Jun 8, 2017 · 652 words

Quick blog update

Just wanted to share, I was playing around with Hugo today and learned about shortcodes. I was looking for a better way to handle images. Previously I would have to type ![[alt](/path/to/img)](/path/to/img) to have self-linking images. Instead, I made a shortcode that just needs the path once to create the linked image. Furthermore, I was manually typing the image paths, which were organized as /month/day/file.png. Now the shortcode reads the post’s date and inserts the month and day straight into the path, so all I need are file names. So I just need to say:

{{< linked-img file.png >}}

The code is available here.

Back to the analysis

Yesterday I got a feel for the sample data distribution. For now I will continue to focus on the night data since it’s reasonable to assume that there should be little power usage or variation going on during these hours.

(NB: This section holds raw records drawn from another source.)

def test_heatmap_rates_per_unit_month_with_ratios_masks_and_labels():
    returned, units = heat_map_inputs()
    figure = charts.return_rate_heatmap(returned, units, {"P": Exponential(300.0), "$x$": None})
    figure.savefig(io.BytesIO(), format="png", dpi=30)  # "$x$" is drawn literally, not as math markup
    titles = [a.get_title() for a in figure.axes if a.get_visible() and a.get_title()]
    assert titles == [  # products side by side: rates in the top row, observed / expected below
        r"\$x\$: returns per 1,000 unit-months", "E", "P: returns per 1,000 unit-months",
        r"\$x\$", "E", "P: observed / expected (baseline)",
    ]
    rate_axis = next(a for a in figure.axes if a.get_title() == "P: returns per 1,000 unit-months")
    rates = rate_axis.images[0].get_array()
    # rows Jan, Feb, Mar; months in service 1..4 (hand computation: returns x 1,000 / unit-months, with
    # unit-months = units at risk x days observed in the month / L)
    assert rates[0, 0] == pytest.approx(3.0 / (1000 * 31 / L) * 1000)
    assert rates[0, 2] == pytest.approx(2.0 / (997 * 31 / L) * 1000)
    assert rates[0, 3] == pytest.approx(1.0 / (995 * 14 / L) * 1000)  # the newest half month of January
    assert rates[1].tolist()[:3] == [0.0, 0.0, 0.0]  # February: no returns, still drawn
    assert np.ma.is_masked(rates[2, 1])  # March month 2: 1 day, 33 unit-months, thin
    assert np.ma.is_masked(rates[2, 2])  # March month 3: not yet observed
    hatched = [c for c in rate_axis.collections if c.get_hatch()]
    assert len(hatched) == 1 and len(hatched[0].get_paths()) == 1  # only the thin cell is hatched
    labels = {a.get_ylabel() for a in figure.axes}
    assert {"returns per 1,000 unit-months", "observed / expected returns (log scale)"} <= labels
    ticks = [t.get_text() for t in rate_axis.get_yticklabels()]
    assert ticks == ["2024-01", "2024-02", "2024-03"]  # up to 24 build months: every month
    assert "100 unit-months" in figure.get_suptitle()
    ratio_axis = next(a for a in figure.axes if a.get_title() == "P: observed / expected (baseline)")
    ratios = ratio_axis.images[0].get_array()
    # January month 1: 3 returns against 1000 x F(31 days) of an exponential of mean 300 months (hand computation)
    assert ratios[0, 0] == pytest.approx(3 / (1000 * (1 - math.exp(-31 / L / 300))))
    assert ratios[1, 0] < 1 / charts.OBSERVED_TO_EXPECTED_COLOUR_LIMIT  # no returns: the colour bar's lower end
    assert ratio_axis.images[0].get_cmap().name == "RdBu_r" and ratio_axis.images[0].norm.vmin == pytest.approx(0.1)
    empty = [a for a in figure.axes if a.get_title() == "E"]
    assert all("no units observed in service" in a.texts[0].get_text() for a in empty)
    no_baseline = next(a for a in figure.axes if a.get_title() == r"\$x\$")
    assert "no baseline" in no_baseline.texts[0].get_text()


def test_heatmap_without_baselines_has_one_row_and_long_histories_get_quarterly_ticks():
    months = [dt.date(2022 + (m - 1) // 12, (m - 1) % 12 + 1, 1) for m in range(3, 33)]  # 2022-03 .. 2024-08
    units = suspensions([("P", month, 1.0, 200) for month in months])
    figure = charts.return_rate_heatmap(returns_table([]), units)
    (axis,) = [a for a in figure.axes if a.get_title()]
    ticks = [t.get_text() for t in axis.get_yticklabels()]
    assert all(YYYY_MM.match(t) for t in ticks)
    # 30 build months: January, April, July, October (common practice, no source), every January shown
    assert ticks[:3] == ["2022-04", "2022-07", "2022-10"] and "2023-01" in ticks and "2024-01" in ticks
    assert len(axis.images[0].get_array()) == 30
    assert "no units" in charts.return_rate_heatmap(returns_table([]), suspensions([])).axes[0].texts[0].get_text()
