def score_build_months(
    returns: pd.DataFrame,
    suspensions: pd.DataFrame,
    baseline: Baseline,
    settings: AlertSettings,
    confidence_level: float,
) -> pd.DataFrame:
    """One product's build months judged against `baseline`: both views' O, E, ratio with Garwood bounds,
    p, BH q, the flag and its reason (columns BUILD_MONTH_ALERT_COLUMNS without `product`)."""
    k = float(settings.early_life_months)
    early_end = float(month_interval_ends(k)[1])  # the end of month K on the day grid, about K months
    ages = suspensions["observed_age_months"].to_numpy(dtype=float)
    units = suspensions["units"].to_numpy(dtype=float)
    exposure = pd.DataFrame(
        {
            "build_month": suspensions["build_month"].to_numpy(),
            "units": units,
            "window_expected_returns": units * baseline.cdf(ages),
            "early_expected_returns": units * baseline.cdf(np.minimum(ages, early_end)),
        }
    ).groupby("build_month", as_index=False).sum()
    early = returns["months_in_service"].to_numpy() <= k
    counted = pd.DataFrame(
        {
            "build_month": returns["build_month"].to_numpy(),
            "window_observed_returns": returns["returns"].to_numpy(dtype=float),
            "early_observed_returns": np.where(early, returns["returns"].to_numpy(dtype=float), 0.0),
        }
    ).groupby("build_month", as_index=False).sum()
    table = exposure.merge(counted, on="build_month", how="outer").sort_values("build_month", ignore_index=True)
    table = table.fillna(0.0)
    reasons: list[list[str]] = [[] for _ in range(len(table))]
    for view in VIEWS:
        observed = table[f"{view}_observed_returns"].to_numpy(dtype=float)
        expected = table[f"{view}_expected_returns"].to_numpy(dtype=float)
        with np.errstate(divide="ignore", invalid="ignore"):
            ratio = np.where(expected > 0, observed / np.where(expected > 0, expected, 1.0), np.nan)
        lower, upper = garwood_ratio_interval(observed, expected, confidence_level)
        p = poisson_excess_p_value(observed, expected)
        tested = expected > 0
        q = np.ones(len(table))
        q[tested] = benjamini_hochberg(p[tested])  # months with no exposure are not tested
        table[f"{view}_ratio"] = ratio
        table[f"{view}_ratio_lower"] = lower
        table[f"{view}_ratio_upper"] = upper
        table[f"{view}_p_value"] = p
        table[f"{view}_q_value"] = q
    table["early_life_months"] = int(settings.early_life_months)
    tests = _hazard_ratio_tests(returns, suspensions, baseline, table["build_month"], confidence_level)
    table = pd.concat([table, tests], axis=1)
    # one test per month: the smaller p of its two views (early life, own scale), doubled (Bonferroni)
    tested = table["units"].to_numpy(dtype=float) > 0
    view_p = {
        "early": table["early_p_value"].to_numpy(dtype=float),
        "scale": table["scale_test_p_value"].to_numpy(dtype=float),
    }
    view_ratio = {"early": table["early_ratio"].to_numpy(dtype=float), "scale": table["hazard_ratio"].to_numpy(dtype=float)}
    month_p = np.minimum(1.0, 2.0 * np.minimum(view_p["early"], view_p["scale"]))
    q = np.ones(len(table))
    q[tested] = benjamini_hochberg(month_p[tested])
    table["month_p_value"] = month_p
    table["month_q_value"] = q
    rejected = tested & (q <= settings.false_discovery_rate)
    # BH rejects every month p at or below k* alpha / m (k* months rejected of m tested): a view carries the
    # flag when its own doubled p is under that line
    cutoff = rejected.sum() * settings.false_discovery_rate / max(int(tested.sum()), 1) if rejected.any() else -1.0
    flags = np.zeros(len(table), dtype=bool)
    for view, words in (("early", f"returns in its first {settings.early_life_months} months in service {{:.2f}}"
                                  " times the expected"),
                        ("scale", "its own Weibull scale {:.2f} times the product's hazard (likelihood-ratio test)")):
        with np.errstate(invalid="ignore"):
            carries = rejected & (2.0 * view_p[view] <= cutoff) & (view_ratio[view] >= settings.min_ratio)
        flags |= carries
        for i in np.flatnonzero(carries):
            reasons[i].append(words.format(view_ratio[view][i]))
    cusum, threshold, signals, run_starts = production_order_cusum(
        table["window_observed_returns"].to_numpy(dtype=float), table["window_expected_returns"].to_numpy(dtype=float),
        settings.cusum_shift, settings.cusum_in_control_run_length,
    )
    table["cusum"] = cusum
    table["cusum_threshold"] = threshold
    table["cusum_signal"] = signals
    for i in np.flatnonzero(signals):
        since = _month(table["build_month"].iloc[run_starts[i]])
        reasons[i].append(
            f"the CUSUM of returns over production order passed its threshold ({cusum[i]:.1f} > {threshold:.1f};"
            f" excess building since {since})"
        )
    table["is_flagged"] = flags | signals
    table["reason"] = ["; ".join(r) for r in reasons]
    return table


def production_order_cusum(
    observed: np.ndarray, expected: np.ndarray, shift: float, in_control_run_length: float
) -> tuple[np.ndarray, float, np.ndarray, np.ndarray]:
    """The upper Poisson CUSUM over a product's build months in production order (whole-window O and E):
    S_t = max(0, S_{t-1} + O_t ln r - (r - 1) E_t), restarted at 0 after each signal (S_t > h), with h set
    by simulation (build_month_cusum.design_threshold, seeded with CUSUM_SEED) so that a product without a
    defect signals on average once in `in_control_run_length` build months.

    Returns S_t (before any restart), h (NaN when no month expects returns), the signal flags, and for
    each month the index where its run began (the month after S was last 0)."""
    n = len(observed)
    path = np.zeros(n)
    signals = np.zeros(n, dtype=bool)
    run_starts = np.zeros(n, dtype=np.int64)
    if not np.any(expected > 0):
        return path, math.nan, signals, run_starts
    threshold = design_threshold(expected[expected > 0], shift, in_control_run_length, seed=CUSUM_SEED).threshold
    log_r = math.log(shift)
    value, start = 0.0, 0
    for t in range(n):
        if value == 0.0:
            start = t
        value = max(0.0, value + observed[t] * log_r - (shift - 1.0) * expected[t])
        path[t], run_starts[t] = value, start
        if value > threshold:
            signals[t] = True
            value = 0.0
    return path, threshold, signals, run_starts
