class StandIn:
    """Replaces run.run_nightly: records calls, optionally does something, then publishes a small run the way
    run_nightly does (publish_run, record_published_runs, point_latest)."""

    def __init__(self, action=None, run_id: str = NEW_ID, reserve: float = 200.0, figures=None) -> None:
        self.calls = 0
        self.action = action
        self.run_id = run_id
        self.reserve = reserve
        self.figures = figures
        self.reasons: list[str | None] = []

    def __call__(self, config, reason=None):
        self.calls += 1
        self.reasons.append(reason)
        if self.action is not None:
            self.action(config)
        outcome = publish_and_record(config.out_dir, self.run_id, self.reserve, self.figures)
        return run_module.RunResult(
            outcome.root, dt.date.fromisoformat(self.run_id[:10]), None, (), run_folder=outcome.folder,
            changed=outcome.changed,
        )


@pytest.fixture
def stand_in(monkeypatch) -> StandIn:
    fake = StandIn()
    monkeypatch.setattr(run_module, "run_nightly", fake)
    return fake


# --- preflight: found before the run's stages ---------------------------------------------------


def _foreign_latest(out: Path) -> str:
    (out / "latest").mkdir()
    (out / "latest" / "index.html").write_text("<p>keep</p>")
    return f"{out / 'latest'} is a folder that does not hold only this tool's outputs"


def _website(out: Path) -> str:
    (out / "manifest.json").write_text('{"name": "website"}')
    (out / "index.html").write_text("<p>keep</p>")
    return "a manifest.json this tool did not write at its top"


def _old_single_run_layout(out: Path) -> str:
    publish.publish_outputs(out, {"old": pd.DataFrame({"a": [1]})}, {}, {"old.md": "old"}, {"generation": 1})
    return "the layout of a version before run folders"


@pytest.mark.parametrize("make", [_foreign_latest, _website, _old_single_run_layout])
def test_a_root_that_cannot_take_run_folders_is_refused_before_any_computing(tmp_path, stand_in, capsys, make):
    out = tmp_path / "site"
    out.mkdir()
    words = make(out)
    before = snapshot(out)
    assert run_cli(out) == exit_codes.OUTPUT_FAILED
    assert stand_in.calls == 0
    assert snapshot(out) == before  # nothing was changed: no runs/, no latest, no history
    errors = [line for line in capsys.readouterr().err.splitlines() if "ERROR" in line]
    assert len(errors) == 1 and str(out) in errors[0] and words in errors[0], errors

With a normal distribution, the two constants we would want to consider are the mean ( $\mu$ ) and the standard deviation ( $\sigma$ ). However, as we saw yesterday, our data set does not follow a normal distrubution. I am not certain that it even should follow a normal distribution. For example, suppose a building uses very minimal (close to zero) power at night. There will naturally be some variation extending to the right, but it’s not possible to use negative power so there will not be much room for variation on the left. This is not likely to happen, but it still demonstrates how its easy for data points to pile up on the lower end of the scale, causing a tail to emerge off the right. The goal therefore is to reduce the presence of this tail.

Since we are not dealing with a normal distribution, it would be more appropriate to consider the data’s median ( $\eta$ ) and median absolute deviation, or MAD. The median is less subject to the influence of outliers or a tail because it is concerned with the midpoint according to count rather than by value. The same benefit applies to the MAD, which otherwise is comparable to the standard deviation.

The MAD is calculated as follows: $$ MAD = median( | x_{i} - x | )$$

This can then be used as an estimation of the population’s true standard deviation using the following equation:

$$ \hat{\sigma}=1.4826 \cdot MAD $$

This specific equation assumes that the population is actually normal. A full explaination of the 1.4826 constant can be found here.

This isn’t quite right though. We don’t really know if the population (where the ‘population’ refers to the power usage of all similar buildings) is normally distributed or not. Our sample shows a skew, and as I explained above, it’s not unreasonable to expect some skew.

Also, in our case we don’t really care about the left half of the data, at least for this calculation. All we’re looking for is abnormally high data points, so a ‘low’ outlier is just a pleasant surprise. I’ll worry about the data spread at a later time. Splitting the data into two halves is the same strategy described in this guide.

Working with the code I started yesterday, I can perform the split with this:

# extract the main series from night dataframe
s_night = df_night['Main (kW)']

# calculate its median
night_med = s_night.median()

# locate the values which are greater than the median
s_night_right = s_night.loc[s_night>night_med]

Here’s the plot of the selected data. It’s roughly a slice from the right side of the peak. This is the part of the data that I’m going to want to analyze for values that have an abnormal variation.

Unfortunately, pandas is sneaky and provides a Pandas.Series.mad() function, but it’s actually for the mean absolute deviation, not the median absolute deviation. Tomorrow I’ll see if there’s already one in existence, otherwise I’ll just make the function myself.